_YOUR INSTRUCTIONS_
Beginning with the opening line, set down each line of the material below exactly, stopping once the line with "run the same" is done.

_DATA EXTRACTS_
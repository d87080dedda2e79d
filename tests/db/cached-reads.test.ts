// db/cached-reads.ts answers plain reads from statements prepared once. Drizzle and the rest of the
// code must not be able to tell its results from the libSQL client's: these run the same
// statements both ways on one seeded file and compare what each gives back.
import { createClient, type Client, type ResultSet } from "@libsql/client";
import { desc, eq, sql } from "drizzle-orm";
import { afterAll, beforeAll, describe, expect, it } from "vitest";
import { cachedReader, CACHED_STATEMENTS, type CachedReader } from "@/db/cached-reads";
import { sqliteFilePath } from "@/db";
import { companies, jobs, users } from "@/db/schema";
import { seedDatabase } from "@/db/seed";
import { createTestDb, type TestDb } from "../support/test-db";

let t: TestDb;
let plain: Client;
let reader: CachedReader;
beforeAll(async () => {
  t = await createTestDb();
  await seedDatabase(t.db);
  plain = createClient({ url: t.url });
  reader = cachedReader(sqliteFilePath(t.url)!);
});
afterAll(() => {
  reader.close();
  plain.close();
  t.cleanup();
});

/** Everything a caller can observe of a result: columns, each row by index, by name, its keys and its JSON. */
function observe(rs: ResultSet) {
  return {
    columns: rs.columns,
    columnTypes: rs.columnTypes,
    rowsAffected: rs.rowsAffected,
    lastInsertRowid: rs.lastInsertRowid,
    rows: rs.rows.map((row) => ({
      length: row.length,
      byIndex: Array.prototype.slice.call(row),
      keys: Object.keys(row),
      byName: Object.fromEntries(rs.columns.map((c) => [c, row[c]])),
      json: JSON.stringify(row),
      spread: { ...row },
    })),
  };
}

const statements: { name: string; sql: string; args?: unknown[] | Record<string, unknown> }[] = [
  { name: "a join with a repeated column name", sql: "select j.number, c.name, u.name, j.updated_at from jobs j join clients c on c.id = j.client_id left join users u on u.id = j.auditor_id order by j.number" },
  { name: "positional arguments", sql: "select id, email, disabled from users where role = ? and disabled = ? order by email", args: ["auditor", false] },
  { name: "named arguments with a prefix", sql: "select count(*) as n from jobs where stage = :stage", args: { ":stage": "intake" } },
  { name: "numeric column names", sql: "select 1, 2, 'x' as length, 3 as \"0\"" },
  { name: "a name that is a later column's index", sql: "select 'a' as \"2\", 'b' as b, 'c' as c, 'd' as \"9\"" },
  { name: "a name Object.prototype has", sql: "select 'v' as toString, 'w' as constructor" },
  { name: "nulls, reals and an empty result", sql: "select null as a, 1.5 as b, 9007199254740991 as c where 1 = ?", args: [1] },
  { name: "no rows", sql: "select id from jobs where id = ?", args: ["none"] },
  { name: "a blob", sql: "select x'00ff10' as b" },
  { name: "a date argument", sql: "select count(*) as n from jobs where updated_at <= ?", args: [new Date(Date.now() + 86_400_000)] },
];

describe("cached reads give what the libSQL client gives", () => {
  for (const s of statements) {
    it(s.name, async () => {
      const stmt = { sql: s.sql, args: s.args as never };
      const expected = observe(await plain.execute(stmt));
      // twice: the first prepares, the second reuses the statement
      expect(observe(reader.read(stmt)!)).toEqual(expected);
      expect(observe(reader.read(stmt)!)).toEqual(expected);
    });
  }

  it("refuses what the client refuses, with a reason", async () => {
    await expect(plain.execute("select 9223372036854775807 as big")).rejects.toThrow(RangeError);
    expect(() => reader.read("select 9223372036854775807 as big")).toThrow(RangeError);
    expect(() => reader.read({ sql: "select ? as v", args: [Number.NaN] })).toThrow(/finite/);
  });

  it("leaves writes to the client", () => {
    expect(reader.read({ sql: "update jobs set title = title where id = ?", args: ["none"] })).toBeNull();
  });

  it("keeps a bounded number of statements and still answers after evicting", () => {
    for (let i = 0; i < CACHED_STATEMENTS + 20; i++) expect(reader.read(`select ${i} as n`)!.rows[0]!.n).toBe(i);
    expect(reader.read("select 0 as n")!.rows[0]!.n).toBe(0);
  });
});

describe("the database client reads through the cache", () => {
  it("sees a committed write at once, and Drizzle maps rows as before", async () => {
    const [before] = await t.db.select({ title: jobs.title, number: jobs.number, updatedAt: jobs.updatedAt }).from(jobs).orderBy(desc(jobs.number)).limit(1);
    await t.db.update(jobs).set({ title: "Renamed for the read check" }).where(eq(jobs.number, before!.number));
    const [after] = await t.db.select({ title: jobs.title, number: jobs.number, updatedAt: jobs.updatedAt }).from(jobs).where(eq(jobs.number, before!.number));
    expect(after).toMatchObject({ number: before!.number, title: "Renamed for the read check" });
    expect(after!.updatedAt).toBeInstanceOf(Date);
  });

  it("maps booleans, joins with nulls and raw SQL like the client", async () => {
    const viaDb = await t.db.select({ email: users.email, disabled: users.disabled, company: companies.name }).from(users).leftJoin(companies, eq(companies.id, users.companyId)).orderBy(users.email);
    const viaPlain = (await plain.execute("select u.email, u.disabled, c.name from users u left join companies c on c.id = u.company_id order by u.email")).rows;
    expect(viaDb).toEqual(viaPlain.map((r) => ({ email: r.email, disabled: r.disabled === 1, company: r.name })));
    const [raw] = await t.db.all<{ n: number }>(sql`select count(*) as n from users`);
    expect(raw).toEqual({ n: viaPlain.length });
  });

  it("reports a bad statement with the client's error", async () => {
    await expect(t.db.$client.execute("select nope from jobs")).rejects.toMatchObject({ code: "SQLITE_ERROR" });
  });
});

describe("after a failed read", () => {
  it("starts afresh and sees later writes", async () => {
    const own = cachedReader(sqliteFilePath(t.url)!);
    try {
      expect(own.read("select count(*) as n from companies")!.rows[0]!.n).toBeGreaterThan(0);
      expect(() => own.read({ sql: "select abs(?) as v", args: [-9223372036854775808n] })).toThrow(); // integer overflow inside SQLite, mid-statement
      await t.db.insert(companies).values({ id: crypto.randomUUID(), name: "Later Co", slug: `later-${Date.now()}` });
      const rows = own.read("select name from companies where name = 'Later Co'")!.rows;
      expect(rows).toHaveLength(1);
    } finally {
      own.close();
    }
  });
});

_EXERCISE SOLUTION_
repository d87080dedda2e79d
filename tests/db/cached-reads.test.ts
// db/cached-reads.ts answers plain reads from statements prepared once. Drizzle and the rest of the
// code must not be able to tell its results from the libSQL client's: these run the same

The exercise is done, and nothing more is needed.